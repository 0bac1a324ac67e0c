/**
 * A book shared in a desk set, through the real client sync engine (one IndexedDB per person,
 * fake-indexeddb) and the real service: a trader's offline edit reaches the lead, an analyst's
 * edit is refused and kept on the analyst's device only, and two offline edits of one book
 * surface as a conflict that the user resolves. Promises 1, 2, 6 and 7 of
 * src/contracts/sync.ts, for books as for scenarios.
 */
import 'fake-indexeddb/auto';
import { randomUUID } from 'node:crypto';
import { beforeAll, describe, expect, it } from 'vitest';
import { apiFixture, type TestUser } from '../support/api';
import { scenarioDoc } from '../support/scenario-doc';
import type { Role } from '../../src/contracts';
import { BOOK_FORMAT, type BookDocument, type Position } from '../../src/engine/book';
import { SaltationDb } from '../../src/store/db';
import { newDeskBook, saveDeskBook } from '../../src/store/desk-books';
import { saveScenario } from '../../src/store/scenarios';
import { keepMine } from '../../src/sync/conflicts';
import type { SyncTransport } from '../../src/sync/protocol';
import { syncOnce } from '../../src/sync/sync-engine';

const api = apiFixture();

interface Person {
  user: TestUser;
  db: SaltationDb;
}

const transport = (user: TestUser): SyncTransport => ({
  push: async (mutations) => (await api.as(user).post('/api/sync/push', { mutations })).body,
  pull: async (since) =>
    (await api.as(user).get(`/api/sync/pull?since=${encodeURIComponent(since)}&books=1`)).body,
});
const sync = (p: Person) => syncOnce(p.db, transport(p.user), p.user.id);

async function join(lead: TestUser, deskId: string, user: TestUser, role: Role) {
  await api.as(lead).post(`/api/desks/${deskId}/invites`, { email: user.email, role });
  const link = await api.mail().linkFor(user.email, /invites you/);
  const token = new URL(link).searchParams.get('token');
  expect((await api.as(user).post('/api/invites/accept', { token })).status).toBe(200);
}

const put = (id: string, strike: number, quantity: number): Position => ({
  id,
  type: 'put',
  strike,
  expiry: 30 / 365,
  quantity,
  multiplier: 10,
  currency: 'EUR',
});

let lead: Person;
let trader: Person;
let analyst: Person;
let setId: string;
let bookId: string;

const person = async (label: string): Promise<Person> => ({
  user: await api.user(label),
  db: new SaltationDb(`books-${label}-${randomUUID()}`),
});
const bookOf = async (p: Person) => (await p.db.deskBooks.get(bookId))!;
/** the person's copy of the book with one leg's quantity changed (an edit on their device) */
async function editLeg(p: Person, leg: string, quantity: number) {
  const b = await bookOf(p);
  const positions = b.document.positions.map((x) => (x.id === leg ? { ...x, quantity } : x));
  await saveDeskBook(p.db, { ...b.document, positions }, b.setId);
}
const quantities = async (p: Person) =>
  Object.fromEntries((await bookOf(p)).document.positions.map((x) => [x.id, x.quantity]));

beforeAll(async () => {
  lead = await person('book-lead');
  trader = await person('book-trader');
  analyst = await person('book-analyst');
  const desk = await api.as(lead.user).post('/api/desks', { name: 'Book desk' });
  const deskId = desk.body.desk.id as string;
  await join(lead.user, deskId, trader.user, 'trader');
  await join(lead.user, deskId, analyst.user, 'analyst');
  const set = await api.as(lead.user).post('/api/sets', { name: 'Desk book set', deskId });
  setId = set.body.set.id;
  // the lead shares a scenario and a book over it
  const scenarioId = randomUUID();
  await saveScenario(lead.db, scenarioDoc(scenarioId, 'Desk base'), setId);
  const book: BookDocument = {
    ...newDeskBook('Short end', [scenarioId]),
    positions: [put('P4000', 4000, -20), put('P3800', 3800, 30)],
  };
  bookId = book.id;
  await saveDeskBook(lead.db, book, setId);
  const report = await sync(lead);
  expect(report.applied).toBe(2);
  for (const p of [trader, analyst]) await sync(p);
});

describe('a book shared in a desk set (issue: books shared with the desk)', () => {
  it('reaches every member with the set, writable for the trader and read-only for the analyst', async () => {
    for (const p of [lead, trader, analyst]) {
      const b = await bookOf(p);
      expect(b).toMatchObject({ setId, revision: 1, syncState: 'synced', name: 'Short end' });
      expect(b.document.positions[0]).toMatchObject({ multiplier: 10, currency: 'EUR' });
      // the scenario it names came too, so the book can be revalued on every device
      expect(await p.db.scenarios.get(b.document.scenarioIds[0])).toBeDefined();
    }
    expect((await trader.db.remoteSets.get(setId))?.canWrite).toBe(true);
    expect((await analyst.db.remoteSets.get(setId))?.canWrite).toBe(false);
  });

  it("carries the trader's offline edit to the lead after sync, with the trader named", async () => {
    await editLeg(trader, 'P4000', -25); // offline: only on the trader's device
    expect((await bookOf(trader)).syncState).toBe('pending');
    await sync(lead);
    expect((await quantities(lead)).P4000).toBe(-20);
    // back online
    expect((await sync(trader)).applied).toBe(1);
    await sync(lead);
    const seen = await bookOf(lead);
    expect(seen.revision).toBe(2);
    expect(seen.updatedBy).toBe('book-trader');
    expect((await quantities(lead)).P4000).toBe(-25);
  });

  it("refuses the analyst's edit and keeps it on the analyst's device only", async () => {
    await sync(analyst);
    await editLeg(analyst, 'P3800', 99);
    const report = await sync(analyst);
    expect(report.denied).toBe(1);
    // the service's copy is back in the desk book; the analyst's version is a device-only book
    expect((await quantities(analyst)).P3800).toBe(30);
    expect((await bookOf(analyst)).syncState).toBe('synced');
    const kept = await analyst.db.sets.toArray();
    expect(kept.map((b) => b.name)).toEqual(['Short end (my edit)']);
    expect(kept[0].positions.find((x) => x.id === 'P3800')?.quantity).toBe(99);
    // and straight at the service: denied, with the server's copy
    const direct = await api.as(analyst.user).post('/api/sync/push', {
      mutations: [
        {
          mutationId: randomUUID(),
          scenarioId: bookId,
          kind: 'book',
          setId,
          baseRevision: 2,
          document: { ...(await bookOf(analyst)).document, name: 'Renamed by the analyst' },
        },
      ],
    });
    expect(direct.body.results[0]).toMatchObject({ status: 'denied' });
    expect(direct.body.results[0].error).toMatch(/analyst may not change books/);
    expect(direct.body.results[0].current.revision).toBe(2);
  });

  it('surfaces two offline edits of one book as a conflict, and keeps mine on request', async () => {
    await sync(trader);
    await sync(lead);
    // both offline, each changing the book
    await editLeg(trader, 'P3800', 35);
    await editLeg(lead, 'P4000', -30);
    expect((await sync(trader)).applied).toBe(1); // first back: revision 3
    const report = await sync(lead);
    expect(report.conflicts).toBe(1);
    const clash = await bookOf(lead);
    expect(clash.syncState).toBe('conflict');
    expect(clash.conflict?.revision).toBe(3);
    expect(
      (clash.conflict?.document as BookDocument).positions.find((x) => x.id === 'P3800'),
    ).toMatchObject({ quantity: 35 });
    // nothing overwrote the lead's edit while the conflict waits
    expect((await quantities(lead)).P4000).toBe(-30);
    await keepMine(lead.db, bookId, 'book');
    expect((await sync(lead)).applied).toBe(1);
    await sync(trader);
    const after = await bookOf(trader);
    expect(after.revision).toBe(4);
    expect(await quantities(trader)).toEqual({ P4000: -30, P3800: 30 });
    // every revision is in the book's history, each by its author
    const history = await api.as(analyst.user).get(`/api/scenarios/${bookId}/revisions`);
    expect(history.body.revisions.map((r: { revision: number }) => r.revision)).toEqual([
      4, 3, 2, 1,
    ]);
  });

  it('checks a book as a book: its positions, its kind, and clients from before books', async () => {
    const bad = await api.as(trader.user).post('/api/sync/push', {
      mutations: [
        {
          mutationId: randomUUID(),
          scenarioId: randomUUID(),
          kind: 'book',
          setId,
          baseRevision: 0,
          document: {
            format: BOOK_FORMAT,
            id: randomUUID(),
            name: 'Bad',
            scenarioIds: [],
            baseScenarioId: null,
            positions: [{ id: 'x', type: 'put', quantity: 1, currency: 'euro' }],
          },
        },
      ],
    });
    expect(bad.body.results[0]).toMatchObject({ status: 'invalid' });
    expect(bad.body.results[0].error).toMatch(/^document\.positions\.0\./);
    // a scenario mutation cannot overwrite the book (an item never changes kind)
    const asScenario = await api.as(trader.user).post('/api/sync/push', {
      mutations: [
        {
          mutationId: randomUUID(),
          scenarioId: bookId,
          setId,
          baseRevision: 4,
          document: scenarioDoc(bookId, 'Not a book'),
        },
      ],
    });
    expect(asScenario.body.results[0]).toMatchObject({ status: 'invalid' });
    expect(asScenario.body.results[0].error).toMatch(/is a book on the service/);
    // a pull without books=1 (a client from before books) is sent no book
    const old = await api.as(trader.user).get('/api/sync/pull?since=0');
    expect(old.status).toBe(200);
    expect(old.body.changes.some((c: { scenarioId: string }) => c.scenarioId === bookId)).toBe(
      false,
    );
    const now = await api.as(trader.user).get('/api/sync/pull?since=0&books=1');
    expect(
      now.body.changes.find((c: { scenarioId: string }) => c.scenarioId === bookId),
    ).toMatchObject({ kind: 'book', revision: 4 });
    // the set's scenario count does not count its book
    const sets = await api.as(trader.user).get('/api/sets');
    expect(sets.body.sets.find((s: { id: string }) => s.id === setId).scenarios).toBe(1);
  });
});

__What is expected__
Count how many lines of the data include the word "token". Your reply should be that number alone.

__Solved problem__
2